Back in the big smear

I’m in a hotel at 49th and Lex in the Big Smear, the island I could not escape for eight years but finally did. And now I’m back, for the first time since I bolted Westward to Denver and points beyond in 2007, holed up in a way-too-much-to mention-per-night suite with all the amenities except square footage. And in the city that never sleeps, I arrived an hour after everything shut down, and went to a nearby bodega to buy some days-old sushi shrink-wrapped by Chinese forced labor in a work camp in some shitbag Queens neighborhood that has smelled like rotting fish since 1927. Mahalo!

Today was quite the travel day, starting with the double-strike of the usual klaxons sounding at five AM, plus two feline monsters desperate for their morning carnage delivered in their bowls chop chop. Shave, shit, shower, pack, and into the Yaris for the quick zip to the Oakland airport, where the fun started. I got to the OAK with time to spare, fired up the iPad, and found the free wifi functioning without a hitch. You never can trust these free networks, not because of the hacker script kiddies stealing your packets and transcribing your Bank of America PIN numbers, but the more insidious corporate entities that hype of “free” wireless either as a bait-and-switch for some $29 a minute access plan that only works in 7 of the 9000 worldwide airports, and is fully incompatible with the other hucksters offering the same deal. Either that, or they have some horrid web portal that pumps ads at you at a rate causing seizure in most epileptics, in pop-ups and pop-overs and pop-unders and roll-overs and frames and banners and trays, all of them only working if you’re running Windows ME and a copy of Internet Explorer 6, otherwise it fails with some horrible Engrish error message and forever damages two dozen registry keys on your system, requiring three successive clean installs and the purchase of two new Windows full licenses. But it all magically worked on the iPad, and it even skipped the stupid Flash commercial you are required to watch, probably for some nameless corporate monster that offers business-to-business integration solutions in this modern world - you know, the kind of stuff nobody can buy or name or explain, but it’s damn important for the company to shell out six or seven figures’ worth of ad imprints so we can identify their logo in a lineup.

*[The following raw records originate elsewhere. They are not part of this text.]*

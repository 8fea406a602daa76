"""Re-identification by the key holder: keys, the sealed vault written at ingest, `kerma reidentify`."""

from __future__ import annotations

import base64
import json
import shutil

import duckdb
import pandas as pd
import pytest
from typer.testing import CliRunner

from pipeline.cli import app
from tests.helpers import KEY


@pytest.fixture(scope="module")
def vaulted(corpus, warehouse, tmp_path_factory):
    """keys init, then `kerma ingest --vault --recipient` over the session corpus (on a copy of
    the session warehouse: the files are recorded already, the vault is new)."""
    root = tmp_path_factory.mktemp("vault")
    runner = CliRunner()
    result = runner.invoke(app, ["keys", "init", "--out", str(root / "keys")])
    assert result.exit_code == 0, result.output
    (root / "pseudonym.key").write_bytes(KEY)
    db = root / "kerma.duckdb"
    shutil.copyfile(warehouse[0], db)
    vault = root / "vault.jsonl"
    result = runner.invoke(app, ["ingest", str(corpus), "--warehouse", str(db), "--key-file",
                                 str(root / "pseudonym.key"), "--vault", str(vault), "--recipient",
                                 str(root / "keys" / "reidentify-public.key")], terminal_width=200)
    assert result.exit_code == 0, result.output
    return root, db, vault


def _follow_up_study(db):
    with duckdb.connect(str(db), read_only=True) as con:
        return con.execute("select s.study_key, s.study_date from study_dose as s "
                           "where s.dose_rp_total_mgy > 5000").fetchone()


def test_private_key_is_the_holders_only(vaulted):
    root, _, _ = vaulted
    private = root / "keys" / "reidentify-private.key"
    assert private.stat().st_mode & 0o777 == 0o600
    again = CliRunner().invoke(app, ["keys", "init", "--out", str(root / "keys")], terminal_width=200)
    assert again.exit_code == 2 and "already exists" in again.output
    header, key = private.read_text().splitlines()
    assert "PRIVATE key" in header and len(bytes.fromhex(key)) == 32   # X25519: 32 bytes, kept


def test_round_trip_returns_the_original_patient_id(vaulted, studies_manifest):
    root, db, vault = vaulted
    study_key, study_date = _follow_up_study(db)
    expected = studies_manifest.loc[studies_manifest.story == "high_dose_intervention"].iloc[0]
    result = CliRunner().invoke(app, [
        "reidentify", study_key, "--vault", str(vault), "--private-key",
        str(root / "keys" / "reidentify-private.key"), "--reason", "skin follow-up",
        "--by", "MPE on duty"], terminal_width=200)
    assert result.exit_code == 0, result.output
    assert f"Patient ID: {expected.patient_id}" in result.output
    assert f"Study date: {pd.Timestamp(expected.study_datetime):%Y%m%d}" in result.output
    assert str(study_date).replace("-", "") in result.output
    (line,) = (root / "vault.jsonl.access.log").read_text().splitlines()
    logged = json.loads(line)
    assert logged["study_key"] == study_key and logged["by"] == "MPE on duty"
    assert logged["reason"] == "skin follow-up" and len(logged["key_fingerprint"]) == 16
    assert expected.patient_id not in line          # the log names the study pseudonym only


def test_one_entry_per_study_and_no_plaintext_identifier(vaulted, studies_manifest, tmp_path):
    from pipeline.report import write_report

    root, db, vault = vaulted
    entries = [json.loads(x) for x in vault.read_text().splitlines()]
    assert len(entries) == len({e["study_key"] for e in entries}) == studies_manifest.study.nunique()
    # a second ingest appends nothing new
    again = CliRunner().invoke(app, ["ingest", str(root / "keys"), "--warehouse", str(db),
                                     "--key-file", str(root / "pseudonym.key"), "--vault", str(vault),
                                     "--recipient", str(root / "keys" / "reidentify-public.key")])
    assert again.exit_code == 0 and len(vault.read_text().splitlines()) == len(entries)
    from pipeline.audit import run_audit
    run_audit(db, period="2026-09")
    report = write_report(db, tmp_path / "report.html", fmt="html")
    from dashboards.site import write_site
    write_site(db, tmp_path / "site")
    identifiers = set(studies_manifest.patient_id) | set(studies_manifest.study_instance_uid)
    for path in (db, vault, report, *(tmp_path / "site").iterdir()):
        data = path.read_bytes()
        leaked = [i for i in identifiers if i.encode() in data]
        assert not leaked, (path.name, leaked[:3])


def test_wrong_key_tampered_entry_unknown_study_each_one_line(vaulted, tmp_path):
    root, db, vault = vaulted
    study_key, _ = _follow_up_study(db)
    runner = CliRunner()
    other = runner.invoke(app, ["keys", "init", "--out", str(tmp_path / "other")])
    assert other.exit_code == 0
    tampered = tmp_path / "vault.jsonl"
    lines = vault.read_text().splitlines()
    for i, line in enumerate(lines):
        entry = json.loads(line)
        if entry["study_key"] == study_key:
            sealed = bytearray(base64.b64decode(entry["sealed"]))
            sealed[-1] ^= 0x01
            entry["sealed"] = base64.b64encode(bytes(sealed)).decode()
            lines[i] = json.dumps(entry)
    tampered.write_text("\n".join(lines) + "\n")
    own = str(root / "keys" / "reidentify-private.key")
    cases = [
        (vault, str(tmp_path / "other" / "reidentify-private.key"), study_key, "is not the one"),
        (tampered, own, study_key, "does not open: it was altered"),
        (vault, own, "0" * 32, f"no vault entry for study {'0' * 32}"),
        (vault, str(root / "keys" / "reidentify-public.key"), study_key, "is not a private key"),
    ]
    before = (root / "vault.jsonl.access.log").read_text() if (root / "vault.jsonl.access.log").exists() else ""
    for vault_file, key, study, message in cases:
        result = runner.invoke(app, ["reidentify", "--study-key", study, "--vault", str(vault_file),
                                     "--private-key", key], terminal_width=300)
        assert result.exit_code == 2, result.output
        assert message in result.output and len(result.output.strip().splitlines()) == 1
    after = (root / "vault.jsonl.access.log").read_text() if (root / "vault.jsonl.access.log").exists() else ""
    assert after == before                            # failed openings are no accesses
    assert not (tmp_path / "vault.jsonl.access.log").exists()


def test_vault_is_never_the_warehouse(vaulted, corpus):
    root, db, _ = vaulted
    result = CliRunner().invoke(app, ["ingest", str(corpus), "--warehouse", str(db), "--key-file",
                                      str(root / "pseudonym.key"), "--vault", str(db),
                                      "--recipient", str(root / "keys" / "reidentify-public.key")],
                                terminal_width=200)
    assert result.exit_code == 2 and "never the warehouse" in result.output
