"""Corpus generation speed, and a digest to prove the output did not change (on demand).

    .venv/bin/python bench/generate.py --studies 300 --workers 1 --digest

Prints studies/s and files/s, and the CPU seconds this process and its worker processes
used (on a machine shared with other jobs the wall time varies, the CPU time much less);
with --repeat N, N runs and the best; with --digest, one SHA-256 over every file's relative
path and SHA-256 (manifests included), to compare byte for byte across versions of the
generator. --workers is the most processes used, this one included: write_corpus starts a
helper only when the studies left outweigh its start (see synthetic_studies.write._run_jobs),
so a few hundred studies are written by this process alone.
"""

from __future__ import annotations

import argparse
import hashlib
import resource
import shutil
import tempfile
import time
from pathlib import Path


def corpus_digest(root: Path) -> str:
    h = hashlib.sha256()
    for p in sorted(root.rglob("*")):
        if p.is_file():
            h.update(str(p.relative_to(root)).encode() + b"\0")
            h.update(hashlib.sha256(p.read_bytes()).digest())
    return h.hexdigest()


def main() -> None:
    from synthetic_studies.write import write_corpus

    parser = argparse.ArgumentParser(description=__doc__.splitlines()[0])
    parser.add_argument("--studies", type=int, default=1000)
    parser.add_argument("--seed", type=int, default=7)
    parser.add_argument("--months", type=int, default=3)
    parser.add_argument("--workers", type=int, default=2)
    parser.add_argument("--digest", action="store_true")
    parser.add_argument("--keep", type=Path, help="write here instead of a temporary folder")
    parser.add_argument("--repeat", type=int, default=1, help="runs (the best is reported)")
    args = parser.parse_args()
    best = 0.0
    for _ in range(args.repeat):
        out = args.keep or Path(tempfile.mkdtemp(prefix="kerma-gen-"))
        try:
            cpu_before = _cpu_seconds()
            started = time.perf_counter()
            summary = write_corpus(out, seed=args.seed, months=args.months,
                                   n_studies=args.studies, workers=args.workers)
            seconds = time.perf_counter() - started
            cpu = _cpu_seconds() - cpu_before
            best = max(best, args.studies / seconds)
            print(f"{args.studies} studies, {summary.n_files} files, "
                  f"{summary.size_bytes / 1e6:.1f} MB in {seconds:.1f} s with {args.workers} "
                  f"worker(s): {args.studies / seconds:.1f} studies/s, "
                  f"{summary.n_files / seconds:.0f} files/s; CPU {cpu:.2f} s "
                  f"({args.studies / cpu:.0f} studies per CPU second)")
            if args.digest:
                print(f"digest {corpus_digest(out)}")
        finally:
            if args.keep is None:
                shutil.rmtree(out)
    if args.repeat > 1:
        print(f"best of {args.repeat}: {best:.1f} studies/s with {args.workers} worker(s)")


def _cpu_seconds() -> float:
    """User + system CPU seconds of this process and of its finished child processes."""
    own, children = (resource.getrusage(who) for who in (resource.RUSAGE_SELF,
                                                          resource.RUSAGE_CHILDREN))
    return own.ru_utime + own.ru_stime + children.ru_utime + children.ru_stime


if __name__ == "__main__":
    main()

So I get on the plane and get headed to Phoenix, fully aware of the fact that Amelia Earhart took off from this same airfield however many years before, never to be seen again. And of course there’s some deaf-mute aging fucker spilling over halfway into my seat. He’s covered in liver spots and technically died five years ago, but he’s still alive because he’s gotta eat twelve thousand-calorie meals a day or he won’t be able to roll into High-Fructose Heaven. He’s downing homemade lard and white bread sandwiches the whole flight, Just Like Mom Used To Make, and I’m trying to read, or trying to scribble into notebooks my various ideas on how I can build my serial killer themed putt-putt course on my fortified compound in Colorado.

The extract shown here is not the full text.